Exercise ::
In the entries below, find the line containing "if (!value.ok ||", then copy it and every later line exactly, ending with the last line.

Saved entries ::
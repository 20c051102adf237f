/** Turns what stands in a cell or behind a setting into a value in base SI. */
import { type Dimension, dimensionInWords, isNumber, sameDimension } from '../base/dimension.ts'
import { evaluate } from '../base/evaluate.ts'
import { type Expr, namesIn } from '../base/expr.ts'
import type { Formula, Sym } from '../base/formula.ts'
import { dimensionOfKind, roundingOfKind, unitOfKind } from '../base/kind.ts'
import type { Result } from '../base/ledger.ts'
import { dimensionOf, unitCarried } from '../base/measure.ts'
import { suggestion } from '../base/near.ts'
import { bad, good } from '../base/outcome.ts'
import { type ExprFault, parseExpr } from '../base/parse.ts'
import type { Span } from '../base/span.ts'
import { isUnitName, type Unit } from '../base/unit.ts'
import type { Origin, Value } from '../base/value.ts'
import { diagnose, type Text } from '../read/text.ts'
import { isWord, type Scope } from './scope.ts'

/** What is wanted of a cell. */
export interface Want {
  readonly id: string
  /** What the cell is called in messages, such as `height`. */
  readonly what: string
  readonly sym: Sym
  /** The letter with its subscripts; the symbol's own when left out. */
  readonly tex?: string
  /** The unit of the column's head, which a bare number takes. */
  readonly unit?: Unit
  /** True for a coordinate, which the plan shows. */
  readonly place?: boolean
}

/** A value of the kind that is wanted, in the document's units. */
export function quantity(cell: Text, want: Want, scope: Scope): Result<Value> {
  const parsed = parseExpr(cell.text, cell.span.start)
  if (!parsed.ok) return bad([exprDiagnostic(parsed.because)])
  // Through the ledger, so that a ring of definitions names this cell.
  return scope.ledger.once(want.id, cell.span, () => quantityOf(parsed.value, cell.span, want, scope))()
}

/** The same from an expression that is already read. */
export function quantityOf(expr: Expr, span: Span, want: Want, scope: Scope): Result<Value> {
  const worked = workExpr(expr, span, scope)
  if (!worked.ok) return worked
  const wanted = dimensionOfKind(want.sym.kind)
  const bare = isNumber(worked.value.dimension) && !isNumber(wanted)
  if (bare && want.unit === undefined) return bad([unitMissing(span, want, wanted)])
  const unit = bare ? want.unit : undefined
  const body = unit ? inUnit(expr, unit, span) : expr
  if (!bare && !sameDimension(worked.value.dimension, wanted))
    return bad([wrongDimension(span, want, worked.value.dimension, wanted)])
  const value: Value = {
    id: want.id,
    tex: want.tex ?? want.sym.tex,
    si: worked.value.si * (unit?.scale ?? 1),
    unit: unitOfKind(want.sym.kind, scope.display),
    rounding: roundingOfKind(want.sym.kind),
    origin:
      worked.value.inputs.size === 0 ? { kind: 'given', span } : stated(body, span, want.sym, worked.value.inputs),
  }
  // A bare name is told by the cell itself, and a coordinate by the plan.
  if (worked.value.inputs.size > 0 && expr.kind !== 'name' && !want.place) scope.stated(value, span)
  scope.read(value)
  return good(value)
}

/** A pure number in the unit that its column's head gives. */
const inUnit = (expr: Expr, unit: Unit, span: Span): Expr => ({
  kind: 'binary',
  op: '*',
  left: expr,
  right: { kind: 'quantity', count: 1, unit, span },
  span,
})

/** A value that the engineer works from others, as a step of its own. */
export function stated(expr: Expr, span: Span, gives: Sym, inputs: ReadonlyMap<string, Value>): Origin {
  const symbols = new Map([...inputs].map(([name, { tex }]) => [name, { name, tex, kind: gives.kind }]))
  const formula: Formula = { gives, body: expr, symbols, source: 'stated', assumes: [] }
  return { kind: 'worked', step: { formula, inputs }, span }
}

export interface WorkedExpr {
  readonly si: number
  readonly dimension: Dimension
  /** The unit that its operands carry. */
  readonly unit: Unit
  readonly inputs: ReadonlyMap<string, Value>
}

/** An expression with its names looked up, its dimension checked and its number worked. */
export function workExpr(expr: Expr, span: Span, scope: Scope): Result<WorkedExpr> {
  const inputs = new Map<string, Value>()
  for (const [name, at] of namesIn(expr)) {
    const found = lookUp(name, at, scope)
    if (!found.ok) return found
    inputs.set(name, found.value)
  }
  const dimension = dimensionOf(expr, name => inputs.get(name)?.unit.dimension)
  if (!dimension.ok) return bad([exprDiagnostic(dimension.because)])
  const si = evaluate(expr, name => inputs.get(name)?.si ?? Number.NaN)
  if (!Number.isFinite(si))
    return bad([
      diagnose(
        'error',
        'no-finite-value',
        span,
        'this expression has no finite value',
        'Look for a division by zero, the root of a negative number, or a power that is too large.',
      ),
    ])
  return good({ si, dimension: dimension.value, unit: unitCarried(expr, name => inputs.get(name)), inputs })
}

function lookUp(name: string, at: Span, scope: Scope): Result<Value> {
  const found = scope.lookup(name)
  if (found === undefined) return bad([unknownName(name, at, scope)])
  if (!found.ok) return found
  if (isWord(found.value))
    return bad([
      diagnose(
        'error',
        'word-in-expression',
        at,
        `${name} is a name, ${found.value.text}, not a number`,
        'Use a value, such as its shear.',
      ),
    ])
  return good(found.value)
}

export function unknownName(name: string, at: Span, scope: Scope) {
  const hint = isUnitName(name)
    ? `${name} is a unit: it follows a number, as in 12 ${name}; within a unit write kip*ft without spaces.`
    : suggestion(name, scope.ids(), 'value').replace(
        /^There (is|are): .*/,
        'The value ids are in the manual; equations give more.',
      )
  return diagnose('error', 'unknown-name', at, `there is no value ${name}`, hint)
}

export const exprDiagnostic = ({ rule, message, span, help }: ExprFault) => diagnose('error', rule, span, message, help)

function unitMissing(span: Span, { what, sym }: Want, wanted: Dimension) {
  const example = { US: 'ft', SI: 'm' }
  const sample = sym.kind === 'length' ? `12 ${example.US} or 3.6 ${example.SI}` : 'its number and unit'
  return diagnose(
    'error',
    'unit-missing',
    span,
    `${what} has no unit; it must be ${dimensionInWords(wanted)}`,
    sym.kind === 'speed'
      ? 'Write 115 mph or 51 m/s.'
      : sym.kind === 'period'
        ? 'Write it as 0.35 s; in a table the head of the column may hold the unit, as in period (s).'
        : `Write ${sample}, or put the unit in the head of the column, as in ${what} (${example.US}).`,
  )
}

function wrongDimension(span: Span, { what }: Want, found: Dimension, wanted: Dimension) {
  return diagnose(
    'error',
    'wrong-dimension',
    span,
    `${what} must be ${dimensionInWords(wanted)}, and this is ${dimensionInWords(found)}`,
    'Check the unit.',
  )
}

/** The unit in the head of a column. */
export function headUnit(text: Text | undefined): Result<Unit | undefined> {
  if (text === undefined) return good(undefined)
  const parsed = parseExpr(`1 ${text.text}`, text.span.start - 2)
  if (parsed.ok && parsed.value.kind === 'quantity') return good(parsed.value.unit)
  const fault = parsed.ok ? undefined : parsed.because
  return bad([
    diagnose(
      'error',
      'unknown-unit',
      text.span,
      `there is no unit ${text.text}`,
      fault?.help ?? 'Put one unit in the brackets, such as ft.',
    ),
  ])
}

/** Refuses a size that is not above zero. */
export function aboveZero(value: Result<Value>, at: Span, what: string): Result<Value> {
  if (!value.ok || value.value.si > 0) return value
  const size = value.value.si === 0 ? 'zero' : 'below zero'
  return bad([diagnose('error', 'size-not-positive', at, `${what} is ${size}`, 'Give a size above zero.')])
}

Task result ::
  if (!value.ok || value.value.si > 0) return value
  const size = value.value.si === 0 ? 'zero' : 'below zero'
  return bad([diagnose('error', 'size-not-positive', at, `${what} is ${size}`, 'Give a size above zero.')])
}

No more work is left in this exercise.